Built-in Self-training Libraries
As a starting point for the calculations a number of Built-in Self-training Libraries with experimental values of the corresponding properties is provided for each ‘Trainable Model’ in ACD/Percepta:
- Trainable P-gpS
- Built-in P-gpS Self-training Library - 1596 compounds.
- Trainable P-gpI
- Built-in P-gpI Self-training Library - 2006 compounds.
- Trainable LogSw
- Built-in LogSw Self-training Library - 6807 compounds.
- Trainable LogS
- Built-in LogS(pH=1.7) Self-training Library - 6807 compounds.
- Built-in LogS(pH=6.5) Self-training Library - 6807 compounds.
- Built-in LogS(pH=7.4) Self-training Library - 6807 compounds.
- Trainable Qual.S
- Built-in Qualitative Solubility (S(7.4) > 0.1 mg/ml) Self-training Library - 7587 compounds.
- Built-in Qualitative Solubility (S(7.4) > 1 mg/ml) Self-training Library - 8163 compounds.
- Built-in Qualitative Solubility (S(7.4) > 10 mg/ml) Self-training Library - 7973 compounds.
- Trainable LogKa
- Built-in LogKa(HSA) Self-training Library - 334 compounds.
- Trainable PPB
- Built-in %PPB Self-training Library - 1453 compounds.
- Trainable LogP
- Built-in LogP Self-training Library - 16277 compounds.
- Trainable LogD
- Built-in LogD(pH=1.7) Self-training Library - 16277 compounds.
- Built-in LogD(pH=6.5) Self-training Library - 16277 compounds.
- Built-in LogD(pH=7.4) Self-training Library - 16321 compounds.
- Trainable pKa Full
- Built-in pKa Self-training Library - 20264 entries.
- Trainable CYP1A2 I
- Built-in CYP1A2 Inhibition (IC50 < 10 uM) Self-training Library - 5815 compounds.
- Built-in CYP1A2 Inhibition (IC50 < 50 uM) Self-training Library - 4867 compounds.
- Trainable CYP2C19 I
- Built-in CY2C19 Inhibition (IC50 < 10 uM) Self-training Library - 6833 compounds.
- Built-in CYP2C19 Inhibition (IC50 < 50 uM) Self-training Library - 6899 compounds.
- Trainable CYP2C9 I
- Built-in CY2C9 Inhibition (IC50 < 10 uM) Self-training Library - 7677 compounds.
- Built-in CYP2C9 Inhibition (IC50 < 50 uM) Self-training Library - 7666 compounds.
- Trainable CYP2D6 I
- Built-in CY2D6 Inhibition (IC50 < 10 uM) Self-training Library - 7507 compounds.
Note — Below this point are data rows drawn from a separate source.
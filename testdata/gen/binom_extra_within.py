#!/usr/bin/python3
"""Golden values of P(|X/n - p| <= eps) for binom.Dist.ProportionWithin.

Writes testdata/binom_extra_within.tsv: n, p, eps (as the shortest decimals
that print the doubles, Python repr), kmin, kmax and the probability.

The k range is decided in exact rational arithmetic on the decimals:
kmin = max(0, ceil(n (p - eps))), kmax = min(n, floor(n (p + eps))).
The probability is that of the binomial with the double p (its exact binary
value): an exact rational sum for n <= 100, else a 50-digit mpmath sum of
the PMF outward from the point of the range nearest the mode, stopped when
the geometric bound on the rest falls below 1e-45 of the partial sum.

Run from the repository root:  /usr/bin/python3 testdata/gen/binom_extra_within.py
"""
import datetime
import math
from fractions import Fraction

import mpmath

mpmath.mp.dps = 50


def krange(n, p, eps):
    pr, er = Fraction(repr(p)), Fraction(repr(eps))
    return max(0, math.ceil(n * (pr - er))), min(n, math.floor(n * (pr + er)))


def prob_exact(n, p, a, b):
    pf = Fraction(p)
    return sum(math.comb(n, k) * pf ** k * (1 - pf) ** (n - k) for k in range(a, b + 1))


def prob_mp(n, p, a, b):
    pm = mpmath.mpf(p)
    qm = 1 - pm
    m = min(max(int((n + 1) * p), a), b)
    l0 = (mpmath.loggamma(n + 1) - mpmath.loggamma(m + 1) - mpmath.loggamma(n - m + 1)
          + m * mpmath.log(pm) + (n - m) * mpmath.log(qm))
    tol = mpmath.mpf(10) ** -45
    s = mpmath.mpf(1)
    t, k = mpmath.mpf(1), m
    while k > a:
        r = k * qm / ((n - k + 1) * pm)
        t *= r
        k -= 1
        s += t
        if r < 1 and t * r / (1 - r) < tol * s:
            break
    t, k = mpmath.mpf(1), m
    while k < b:
        r = (n - k) * pm / ((k + 1) * qm)
        t *= r
        k += 1
        s += t
        if r < 1 and t * r / (1 - r) < tol * s:
            break
    return mpmath.exp(l0) * s


def main():
    ns = [1, 2, 3, 10, 20, 50, 99, 100, 400, 1000, 2000, 12345, 100000, 1000000]
    ps = [0.3, 0.5, 0.1, 0.7, 0.01, 0.999, 0.05, 1e-3, 0.25]
    epss = [0.1, 0.05, 0.01, 0.2, 0.03, 0.001, 0.25, 0.0, 0.5, 0.15]
    rows = []
    for n in ns:
        for p in ps:
            for eps in epss:
                a, b = krange(n, p, eps)
                if a > b:
                    v = mpmath.mpf(0)
                elif a == 0 and b == n:
                    v = mpmath.mpf(1)
                elif n <= 100:
                    f = prob_exact(n, p, a, b)
                    v = mpmath.mpf(f.numerator) / f.denominator
                else:
                    v = prob_mp(n, p, a, b)
                rows.append(f"{n}\t{p!r}\t{eps!r}\t{a}\t{b}\t{mpmath.nstr(v, 22, min_fixed=1, max_fixed=0)}")
    with open("testdata/binom_extra_within.tsv", "w") as f:
        f.write("# P(|X/n - p| <= eps) for X binomial(n, p): columns n p eps kmin kmax probability.\n")
        f.write("# k range exact on the decimals p and eps; probability with the double p (see generator).\n")
        f.write("# Generator: /usr/bin/python3 testdata/gen/binom_extra_within.py\n")
        f.write(f"# Tool: Python fractions and mpmath {mpmath.__version__} at {mpmath.mp.dps} digits; date {datetime.date.today()}\n")
        for r in rows:
            f.write(r + "\n")
    print(len(rows), "rows")


if __name__ == "__main__":
    main()
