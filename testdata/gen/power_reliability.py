#!/usr/bin/python3
"""Reliability demonstration plans and acceptance sampling designs by direct search.

Writes ../power_reliability.tsv:
  demo  R C c n         smallest n with P(X <= c; n, 1 - R) <= 1 - C (SciPy binom.cdf, scanning n)
  bound n f C RL        exact lower bound on reliability: 1 - beta.ppf(C, f + 1, n - f)
  plan  aql rql alpha beta n c   smallest single sampling plan meeting both risks, by
                        scanning n = 1, 2, ... and every c < n (binomial OC)

Run: /usr/bin/python3 testdata/gen/power_reliability.py   (from the repo root)
"""
import datetime, os
import scipy
from scipy.stats import beta, binom

DEMO = [(r, c, f) for r in (0.9, 0.95, 0.99) for c in (0.9, 0.95) for f in (0, 1, 2)] + [(0.999, 0.9, 3)]
BOUND = [(30, 0, 0.9), (50, 1, 0.95), (100, 3, 0.9), (20, 2, 0.99), (1000, 10, 0.95)]
PLANS = [(0.01, 0.06, 0.05, 0.10), (0.02, 0.08, 0.05, 0.10), (0.005, 0.03, 0.05, 0.10), (0.05, 0.15, 0.05, 0.10)]


def demo(r, c, f):
    n = f + 1
    while binom.cdf(f, n, 1 - r) > 1 - c:
        n += 1
    return n


def plan(aql, rql, a, b):
    n = 1
    while True:
        for c in range(n):
            if binom.cdf(c, n, rql) <= b and binom.sf(c, n, aql) <= a:
                return n, c
        n += 1


def main():
    here = os.path.dirname(os.path.abspath(__file__))
    out = []
    for r, c, f in DEMO:
        out.append(f"demo\t{r}\t{c}\t{f}\t{demo(r, c, f)}")
    for n, f, c in BOUND:
        out.append(f"bound\t{n}\t{f}\t{c}\t{1 - beta.ppf(c, f + 1, n - f):.15g}")
    for aql, rql, a, b in PLANS:
        n, c = plan(aql, rql, a, b)
        out.append(f"plan\t{aql}\t{rql}\t{a}\t{b}\t{n}\t{c}")
    with open(os.path.join(here, "..", "power_reliability.tsv"), "w") as fh:
        fh.write("# Reliability demonstration sizes, exact reliability bounds and smallest single\n")
        fh.write("# sampling plans, by direct search. Generator: /usr/bin/python3 testdata/gen/power_reliability.py\n")
        fh.write(f"# Tool: SciPy {scipy.__version__}; date {datetime.date.today()}\n")
        fh.write("\n".join(out) + "\n")


if __name__ == "__main__":
    main()
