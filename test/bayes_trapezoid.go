package test

import (
	"context"
	"errors"
	"math"

	"github.com/kofnlab/kofn/internal/argerr"
	"github.com/kofnlab/kofn/internal/beta"
	"github.com/kofnlab/kofn/internal/xmath"
)

// The trapezoidal rule in the log-odds, with a certified error bound.
//
// Compare (when no posterior shape is an integer) and ProbBest need, for
// arms with independent Beta(a_i, b_i) posteriors,
//
//	P(arm j best) = integral f_j(t) dt,  f_j(t) = g_j(t) prod_{i != j} F_i(t),
//
// over the log-odds t of x (x = 1/(1+e^-t)), with g_i(t) = x^a_i (1-x)^b_i /
// B(a_i, b_i) the density of arm i's log-odds and F_i(t) = I_x(a_i, b_i) its
// distribution function. With two arms f_1 is the integrand of P(p1 > p2).
//
// 1. Analyticity and growth. x^a (1-x)^b = (1+e^-t)^-a (1+e^t)^-b, and for
// |Im t| < pi neither 1+e^-t nor 1+e^t meets (-inf, 0], so g is analytic in
// the strip |Im t| < pi (principal powers). With u = e^-t > 0,
// |1+e^-(t+iy)|^2 = 1 + 2u cos y + u^2, and
//
//	(1+u)^2 / (1 + 2u cos y + u^2) = 1 + 2(1 - cos y) / (u + 1/u + 2 cos y)
//
// is largest at u = 1, where it is 2/(1 + cos y) = sec^2(y/2); the same
// holds for 1+e^t. So |g(t+iy)| <= sec(y/2)^(a+b) g(t). F continues
// analytically as the integral of g along the horizontal line from
// -inf+iy to t+iy (Cauchy's theorem; the integrand vanishes like e^(a Re s)
// at the far end), so |F(t+iy)| <= sec(y/2)^(a+b) F(t). Hence, with N the
// sum of all the arms' shapes,
//
//	|f_j(t+iy)| <= sec(y/2)^N f_j(t)   for |y| < pi.
//
// 2. Discretisation. For 0 < a < pi, f_j is analytic in |Im t| < a, tends
// to 0 uniformly there as |Re t| grows, and integral |f_j(t+iy)| dt <=
// M = sec(a/2)^N I_j for |y| < a (I_j the integral). Theorem 5.1 of
// Trefethen LN, Weideman JAC (2014), "The exponentially convergent
// trapezoidal rule", SIAM Review 56(3) (recalled; its conditions are these
// three) bounds the trapezoidal sum on the whole line, T = h sum_k
// f_j(t0 + k h) for any t0, by |T - I_j| <= 2M / (e^(2 pi a/h) - 1), so
//
//	|T - I_j| <= eps I_j,   eps = 2 sec(a/2)^N / (e^(2 pi a/h) - 1),
//
// a bound relative to the answer, as good for a probability of 1e-300 as
// for one of 1/2. newLogOddsRule picks a to make h largest for eps below
// 2^-53: it maximises 2 pi a / (ln(2^54) + N ln sec(a/2)), whose maximiser
// solves ln(2^54) + N ln sec(a/2) = (N/2) a tan(a/2) (about sqrt(300/N)
// for large N, between 2.5 and 3 for N up to 10); h is then rounded down to j 2^-m
// with 8 <= j < 16, so that every node t0 + k h (t0 a multiple of 2^-m) is
// exact in floating point, and eps is evaluated at that h.
//
// 3. Truncation and skipping. Each f_j is log-concave in t: ln g is
// -a ln(1+e^-t) - b ln(1+e^t) + const, and a distribution function of a
// log-concave density is log-concave (Prekopa A (1973), "On logarithmic
// concave measures and functions", Acta Sci. Math. 34; Bagnoli M,
// Bergstrom T (2005), "Log-concave probability and its applications",
// Economic Theory 26(2), Theorem 1), and so is a product of log-concave
// functions. So ln f at the nodes is a concave sequence: beyond node K it
// lies below the secant through any earlier node P and K, extended, and
// between two nodes K and L above their chord. Hence, with s the secant's
// slope per node, the terms beyond K sum to at most f_K e^s/(1 - e^s) once
// s < 0; and the terms strictly between K and L = K + J lie between the
// geometric sums of the chord and of the secant. The walk runs outward from
// a node near the modes, right then left; once past every integrand's
// mode it tries to jump J nodes (16 at first, doubled after a success,
// halved after a failure), adding the midpoint of the two sums and
// counting their half-width as error, when that half-width is below 2^-52
// of the sum (or four times the nodes' own error bounds of the skipped
// sum: the bounds cannot be closer); it stops when for every integrand the
// bound on the rest falls below 1e-17 of its sum, and at |t| = 700
// whatever happens (x stays a normal double; the remaining bound is then
// reported, not dropped). Every bound uses the values' error bounds, so
// it holds for the true values.
//
// 4. Rounding. Every term is positive; each is evaluated with a bound on
// the error of its logarithm: internal/beta's stated accuracies (LogCDF:
// 1e-14 relative to max(1, |ln I|), taken for the smaller tail, the other
// being its complement, whose error shrinks by the factor S/F;
// LogDensityXY: a few ulp relative to its size, taken as 16 ulp of the sum
// of the magnitudes of its terms); the rounding of x and y by beta.XY (at
// most 4 units of 2^-53 each, taken as 8), through the first-order
// sensitivity of the evaluation as implemented to ln x and ln y, summed
// with signs over the factors of a term since they share x and y (see
// logCDF); and the sums, differences and exponentials that form the term.
// Terms are added by Neumaier's compensated sum, whose error is at most 2
// ulp of the total plus n^2 ulp^2. The rounding part rho is the mean of the
// terms' bounds weighted by the terms, plus these.
//
// The parts combine exactly: with T~ the computed sum (rho relative to it),
// tau the truncation and skipping bounds relative to it, and I the
// integral, |T~ - I| <= rho T~ + tau T~ + eps I and I <= T~ (1 + rho +
// tau)/(1 - eps), so
//
//	|T~ - I| <= (rho + tau + eps (1 + rho + tau)/(1 - eps)) T~.
//
// The result is a bound relative to internal/beta's stated accuracy: it
// holds as far as those statements do.

// trapezoidMethod is the Method of results the rule computes.
const trapezoidMethod = "trapezoidal rule in the log-odds"

const (
	unitRound   = 0x1p-53 // unit roundoff of float64
	betaCDFAcc  = 1e-14   // internal/beta: LogCDF's stated accuracy relative to max(1, |ln I|)
	xyError     = 8 * unitRound
	discTarget  = 0x1p-53 // the discretisation bound aimed at
	truncTarget = 1e-17   // the truncation bound aimed at, relative to the sum
	skipTarget  = 0x1p-52 // half-width of a skipped stretch's bounds allowed, relative to the sum
	walkLimit   = 700.0   // |t| beyond which the walk never goes
)

// errWalkTooLong reports a walk that reached its limit of nodes.
var errWalkTooLong = errors.New("the trapezoidal rule's walk reached its limit of nodes")

// trapezoidSteps returns the width of the arms' window in the log-odds,
// from the lowest to the highest mode ln(a/b) -+ 6 sqrt(1/a + 1/b), in
// steps of the rule for their total shape: a measure of the walk's length
// (the nodes actually evaluated were between 0.5 and 1.2 times it in
// trials with shapes from 0.1 to 1e5, jumps bridging the tails).
func trapezoidSteps(a, b []float64) float64 {
	lo, hi, n := math.Inf(1), math.Inf(-1), 0.0
	for i := range a {
		m, sd := math.Log(a[i]/b[i]), math.Sqrt(1/a[i]+1/b[i])
		lo, hi = math.Min(lo, m-6*sd), math.Max(hi, m+6*sd)
		n += a[i] + b[i]
	}
	return (hi - lo) / newLogOddsRule(n).h
}

// logOddsRule is a trapezoidal rule in the log-odds: step h = j 2^-m and
// the discretisation bound eps relative to the integral.
type logOddsRule struct {
	h, grid, eps float64
}

// newLogOddsRule returns the rule for integrands bounded by sec(y/2)^n in
// the strip (see above).
func newLogOddsRule(n float64) logOddsRule {
	L := math.Log(2 / discTarget)
	lnSec := func(a float64) float64 { return -math.Log(math.Cos(a / 2)) }
	psi := func(a float64) float64 { return L + n*lnSec(a) - n/2*a*math.Tan(a/2) }
	lo, hi := 0.0, 3.1
	if psi(hi) > 0 {
		lo = hi
	} else {
		for range 40 {
			mid := (lo + hi) / 2
			if psi(mid) > 0 {
				lo = mid
			} else {
				hi = mid
			}
		}
	}
	return ruleWith(n, lo, 2*math.Pi*lo/(L+n*lnSec(lo)))
}

// ruleWith returns the rule with the largest step j 2^-m (8 <= j < 16) not
// above hOpt, with its discretisation bound for the strip |Im t| < a.
func ruleWith(n, a, hOpt float64) logOddsRule {
	frac, e := math.Frexp(hOpt)
	grid := math.Ldexp(1, e-4)
	h := math.Floor(frac*16) * grid
	return logOddsRule{h: h, grid: grid, eps: discBound(n, a, h)}
}

// discBound returns 2 sec(a/2)^n / (e^(2 pi a/h) - 1), rounded up.
func discBound(n, a, h float64) float64 {
	return math.Exp(math.Ln2-n*math.Log(math.Cos(a/2))-math.Log(math.Expm1(2*math.Pi*a/h))) * (1 + 1e-12)
}

// logCDF returns ln F = ln I_x(a, b), a bound on its absolute error for
// the given x and y (beta.LogCDF's stated accuracy, taken for the smaller
// tail, the other being its complement, whose error shrinks by the factor
// S/F), and the first-order sensitivities dx = d ln F / d ln x and dy =
// d ln F / d ln y of the evaluation as implemented (x and y are separate
// arguments, each carrying its own rounding). lg = ln g is the log-odds
// density at x. The prefactor x^a y^b / B in Loader's form moves by
// (a y - b x) d ln x - (a y - b x) d ln y; the continued fraction, a
// function of x alone (of y alone for the upper tail), by its slope in
// t = ln x - ln y times d ln x / y (times -d ln y / x).
func logCDF(a, b, x, y, lg float64) (l, err, dx, dy float64) {
	ayBx := a*y - b*x
	if x*(a+b+2) < a+1 {
		l = beta.LogCDF(a, b, x, y)
		rho := math.Exp(lg - l) // d ln F / dt
		return l, betaCDFAcc*math.Max(1, math.Abs(l)) + unitRound*math.Abs(l), ayBx + (rho-ayBx)/y, -ayBx
	}
	ls := beta.LogCDF(b, a, y, x) // ln S, S = P(B > x)
	l = xmath.Log1mExp(math.Min(0, ls))
	hz := math.Exp(lg - ls) // -d ln S / dt
	w := math.Exp(ls - l)   // S/F = -d ln F / d ln S
	ds := betaCDFAcc * math.Max(1, math.Abs(ls))
	return l, math.Expm1(ds)*w + 4*unitRound*(1+math.Abs(l)), -w * ayBx, -w * (-ayBx + (hz+ayBx)/x)
}
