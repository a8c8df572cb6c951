#!/usr/bin/python3
"""Golden posterior tail probabilities for interval.Posterior.ProbAbove and
ProbBelow.

Writes testdata/interval_posterior_tail.tsv with rows
  k n prior_a prior_b c ln P(p > c) ln P(p <= c)
for the Beta(prior_a + k, prior_b + n - k) posterior.

Method (independent of the Go code, which uses continued fractions and
series): mpmath at 40 digits, each tail integrated on its own (never as a
complement) by tanh-sinh quadrature (mpmath.quad) of the density from
loggamma, split every standard deviation around the mean and, from the
cut point c outward, every 1/|d ln f/dx| (the scale on which a far-tail
density falls by e), so that a tail of e^-120 is integrated as accurately
as one near 1/2; a tail above 1/2 is written as log1p of minus the other.

Run from the repository root (under a minute):
    /usr/bin/python3 testdata/gen/interval_posterior_tail.py
"""
import datetime

import mpmath

mpmath.mp.dps = 40

TAILS = [(7, 30, 0.5, 0.5, 0.1), (7, 30, 1, 1, 0.5), (0, 1000, 0.5, 0.5, 0.01),
         (990, 1000, 1, 1, 0.999), (37, 1000, 1, 1, 0.2), (5, 12, 0.3, 4.2, 1e-6),
         (37, 1000, 0.5, 0.5, 0.037), (500, 1000, 1, 1, 0.45), (2, 100000, 0.5, 0.5, 1e-4)]


def logpdf(a, b, x, norm):
    return (a - 1) * mpmath.log(x) + (b - 1) * mpmath.log1p(-x) + norm


def points(a, b, lo, hi, c):
    m = a / (a + b)
    sd = mpmath.sqrt(a * b / ((a + b) ** 2 * (a + b + 1)))
    pts = {lo, hi}
    for j in range(-60, 61):
        x = m + j * sd
        if lo < x < hi:
            pts.add(x)
    slope = abs((a - 1) / c - (b - 1) / (1 - c))
    if slope > 0:
        h = 1 / slope
        for j in range(1, 200):
            for x in (c + j * h, c - j * h):
                if lo < x < hi:
                    pts.add(x)
    return sorted(pts)


def main():
    rows = []
    for k, n, pa, pb, c in TAILS:
        a, b = mpmath.mpf(pa) + k, mpmath.mpf(pb) + n - k
        c = mpmath.mpf(c)
        norm = mpmath.loggamma(a + b) - mpmath.loggamma(a) - mpmath.loggamma(b)
        f = lambda x: mpmath.exp(logpdf(a, b, x, norm))
        up = mpmath.quad(f, points(a, b, c, mpmath.mpf(1), c))
        low = mpmath.quad(f, points(a, b, mpmath.mpf(0), c, c))
        # a tail near 1 is the complement of the small one (whose relative
        # accuracy carries over); the small one is integrated directly
        lup = mpmath.log1p(-low) if low < 0.5 else mpmath.log(up)
        llow = mpmath.log1p(-up) if up < 0.5 else mpmath.log(low)
        rows.append("%d\t%d\t%r\t%r\t%s\t%s\t%s" % (k, n, pa, pb, mpmath.nstr(c, 17), mpmath.nstr(lup, 25), mpmath.nstr(llow, 25)))
    with open("testdata/interval_posterior_tail.tsv", "w") as f:
        f.write("# posterior tails of Beta(prior_a+k, prior_b+n-k): k n prior_a prior_b c ln P(p > c) ln P(p <= c)\n")
        f.write("# generator: /usr/bin/python3 testdata/gen/interval_posterior_tail.py (40-digit tanh-sinh quadrature)\n")
        f.write("# tool: mpmath %s; date %s\n" % (mpmath.__version__, datetime.date.today()))
        for r in rows:
            f.write(r + "\n")


main()
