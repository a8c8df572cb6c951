package main

import (
	"math"
	"testing"

	"github.com/google/go-cmp/cmp"
	"github.com/google/go-cmp/cmp/cmpopts"
	"gonum.org/v1/gonum/mathext"

	"github.com/kofnlab/kofn/examples/internal/check"
)

// printed is the absolute tolerance of a value printed with 4 decimals.
var printed = cmpopts.EquateApprox(0, 5.01e-5)

// TestRun checks the program's key numbers against independent
// computations with gonum's regularized incomplete beta (mathext.RegIncBeta,
// a separate implementation from the library's): credible limits by
// bisection on it, and P(B better) = integral f_A(x) (1 - I_x(aB, bB)) dx by
// the midpoint rule on 100000 points over +-12 posterior standard
// deviations, with the Beta density from math.Lgamma.
func TestRun(t *testing.T) {
	t.Parallel()
	out := check.Output(t, run)
	check.Invented(t, out)
	aA, bA := 1.0+buyA, 1.0+seenA-buyA
	aB, bB := 1.0+buyB, 1.0+seenB-buyB
	quantile := func(a, b, q float64) float64 {
		lo, hi := 0.0, 1.0
		for i := 0; i < 200; i++ {
			mid := (lo + hi) / 2
			if mathext.RegIncBeta(a, b, mid) < q {
				lo = mid
			} else {
				hi = mid
			}
		}
		return (lo + hi) / 2
	}
	for _, c := range []struct {
		label string
		a, b  float64
	}{{"page A", aA, bA}, {"page B", aB, bB}} {
		want := []float64{c.a / (c.a + c.b), quantile(c.a, c.b, 0.025), quantile(c.a, c.b, 0.975)}
		if diff := cmp.Diff(want, check.Values(t, out, c.label), printed); diff != "" {
			t.Errorf("%s (-want +got):\n%s", c.label, diff)
		}
	}
	la, _ := math.Lgamma(aA + bA)
	lx, _ := math.Lgamma(aA)
	ly, _ := math.Lgamma(bA)
	norm := la - lx - ly
	lo, hi := 0.0826-12*0.0039, 0.0938+12*0.0042
	const m = 100000
	h := (hi - lo) / m
	var p float64
	for i := 0; i < m; i++ {
		x := lo + (float64(i)+0.5)*h
		f := math.Exp(norm + (aA-1)*math.Log(x) + (bA-1)*math.Log1p(-x))
		p += f * (1 - mathext.RegIncBeta(aB, bB, x)) * h
	}
	if diff := cmp.Diff([]float64{p}, check.Values(t, out, "P(B better)"), printed); diff != "" {
		t.Errorf("P(B better) (-want +got):\n%s", diff)
	}
	if diff := cmp.Diff([]float64{1 - p}, check.Values(t, out, "P(A better)"), printed); diff != "" {
		t.Errorf("P(A better) (-want +got):\n%s", diff)
	}
}
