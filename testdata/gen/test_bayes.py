#!/usr/bin/python3
"""Golden posterior probabilities that one arm beats the other, for
test.Compare.

Writes testdata/test_bayes.tsv with rows
  a1 b1 a2 b2 ln P(p1 > p2) ln P(p2 > p1) E[max(p2-p1,0)] E[max(p1-p2,0)]
for p1 ~ Beta(a1, b1), p2 ~ Beta(a2, b2) independent (posterior shapes).

Method (independent of the Go code, which uses beta-negative-binomial
sums from the mode with early stopping, a closed form for the losses and
Gauss-Legendre panels): mpmath at 40 digits, the double integral reduced
to one dimension, P(p1 > p2) = integral f2(x) (1 - I_x(a1, b1)) dx, by
tanh-sinh quadrature (mpmath.quad) split every standard deviation of p2 over
+-40 standard deviations, with I_x from mpmath.betainc(regularized=True);
P(p2 > p1) by the same integral with the arms exchanged (not as a
complement); the expected losses as integrals of f2(x) E[max(x - p1, 0)]
with E[max(x - p1, 0)] = x I_x(a1, b1) - m1 I_x(a1 + 1, b1).

Run from the repository root (about 15 minutes on a busy machine):
    /usr/bin/python3 testdata/gen/test_bayes.py
"""
import datetime

import mpmath

mpmath.mp.dps = 40

CASES = [
    (1001, 1, 1000, 2),        # 1000/1000 vs 999/1000, uniform priors
    (4, 8, 8, 6),              # 3/10 vs 7/12, uniform
    (3.5, 7.5, 7.5, 5.5),      # 3/10 vs 7/12, Jeffreys
    (51, 51, 41, 61),          # 50/100 vs 40/100, uniform
    (50.5, 50.5, 40.5, 60.5),  # Jeffreys
    (1, 1001, 6, 996),         # 0/1000 vs 5/1000, uniform
    (0.5, 1000.5, 5.5, 995.5), # Jeffreys
    (2.25, 9.75, 3.75, 11.25), # informative non-integer
    (901, 101, 881, 121),      # 900/1000 vs 880/1000, uniform
    (120.5, 880.5, 100.5, 900.5),
]


def ibeta(a, b, x):
    return mpmath.betainc(a, b, 0, x, regularized=True)


def logpdf(a, b, x):
    # (a-1) ln x and (b-1) ln(1-x), each omitted when its exponent is 0, so
    # that an end point of the range gives the density's limit, not 0 * inf
    v = mpmath.loggamma(a + b) - mpmath.loggamma(a) - mpmath.loggamma(b)
    if a != 1:
        v += (a - 1) * mpmath.log(x)
    if b != 1:
        v += (b - 1) * mpmath.log1p(-x)
    return v


def pts(a, b):
    m = a / (a + b)
    sd = mpmath.sqrt(a * b / ((a + b) ** 2 * (a + b + 1)))
    p = {mpmath.mpf(0), mpmath.mpf(1)}
    for j in range(-40, 41):
        x = m + j * sd
        if 0 < x < 1:
            p.add(x)
    return sorted(p)


def integ(a2, b2, g):
    return mpmath.quad(lambda x: mpmath.exp(logpdf(a2, b2, x)) * g(x), pts(a2, b2))


def main():
    rows = []
    for a1, b1, a2, b2 in CASES:
        A1, B1, A2, B2 = (mpmath.mpf(v) for v in (a1, b1, a2, b2))
        m1, m2 = A1 / (A1 + B1), A2 / (A2 + B2)
        p12 = integ(A2, B2, lambda x: 1 - ibeta(A1, B1, x))
        p21 = integ(A1, B1, lambda x: 1 - ibeta(A2, B2, x))
        loss1 = integ(A2, B2, lambda x: x * ibeta(A1, B1, x) - m1 * ibeta(A1 + 1, B1, x))
        loss2 = integ(A1, B1, lambda x: x * ibeta(A2, B2, x) - m2 * ibeta(A2 + 1, B2, x))
        rows.append("%r\t%r\t%r\t%r\t%s\t%s\t%s\t%s" % (a1, b1, a2, b2, mpmath.nstr(mpmath.log(p12), 25),
                    mpmath.nstr(mpmath.log(p21), 25), mpmath.nstr(loss1, 25), mpmath.nstr(loss2, 25)))
    with open("testdata/test_bayes.tsv", "w") as f:
        f.write("# P(p1 > p2) for independent Beta posteriors: a1 b1 a2 b2 ln P(p1>p2) ln P(p2>p1) loss_first loss_second\n")
        f.write("# generator: /usr/bin/python3 testdata/gen/test_bayes.py (40-digit tanh-sinh quadrature of betainc)\n")
        f.write("# tool: mpmath %s; date %s\n" % (mpmath.__version__, datetime.date.today()))
        for r in rows:
            f.write(r + "\n")


main()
- Built-in CYP2D6 Inhibition (IC50 < 50 uM) Self-training Library - 7707 compounds.
- Trainable CYP3A4 I
- Built-in CY3A4 Inhibition (IC50 < 10 uM) Self-training Library - 7927 compounds.
- Built-in CYP3A4 Inhibition (IC50 < 50 uM) Self-training Library - 6684 compounds.
- Trainable CYP1A2 S
- Built-in CYP1A2 Substrates Self-training Library - 935 compounds.
- Trainable CYP2C19 S
- Built-in CYP2C19 Substrates Self-training Library - 794 compounds.
- Trainable CYP2C9 S
- Built-in CYP2C9 Substrates Self-training Library - 867 compounds.
- Trainable CYP2D6 S
- Built-in CYP2D6 Substrates Self-training Library - 1001 compounds.
- Trainable CYP3A4 S
- Built-in CYP1A2 Substrates Self-training Library - 960 compounds.
Note: The size of Built-in pKa Self-training Library is given not as a number of compounds, but rather as a total number of entries, since experimental data for several ionogenic centers in the same molecule may be present in the library.
Each library comes in two identical copies – ‘Read-only’ and ‘Editable’. The user is free to edit the contents of the ‘Editable’ version while no alterations are allowed to the ‘Read-only’ library which can be considered as a backup copy of the original data. Otherwise these Built-in Self-training Libraries have the same functionality – both can be used in calculations or as an initial data source for the creation of user-defined Self-training Libraries.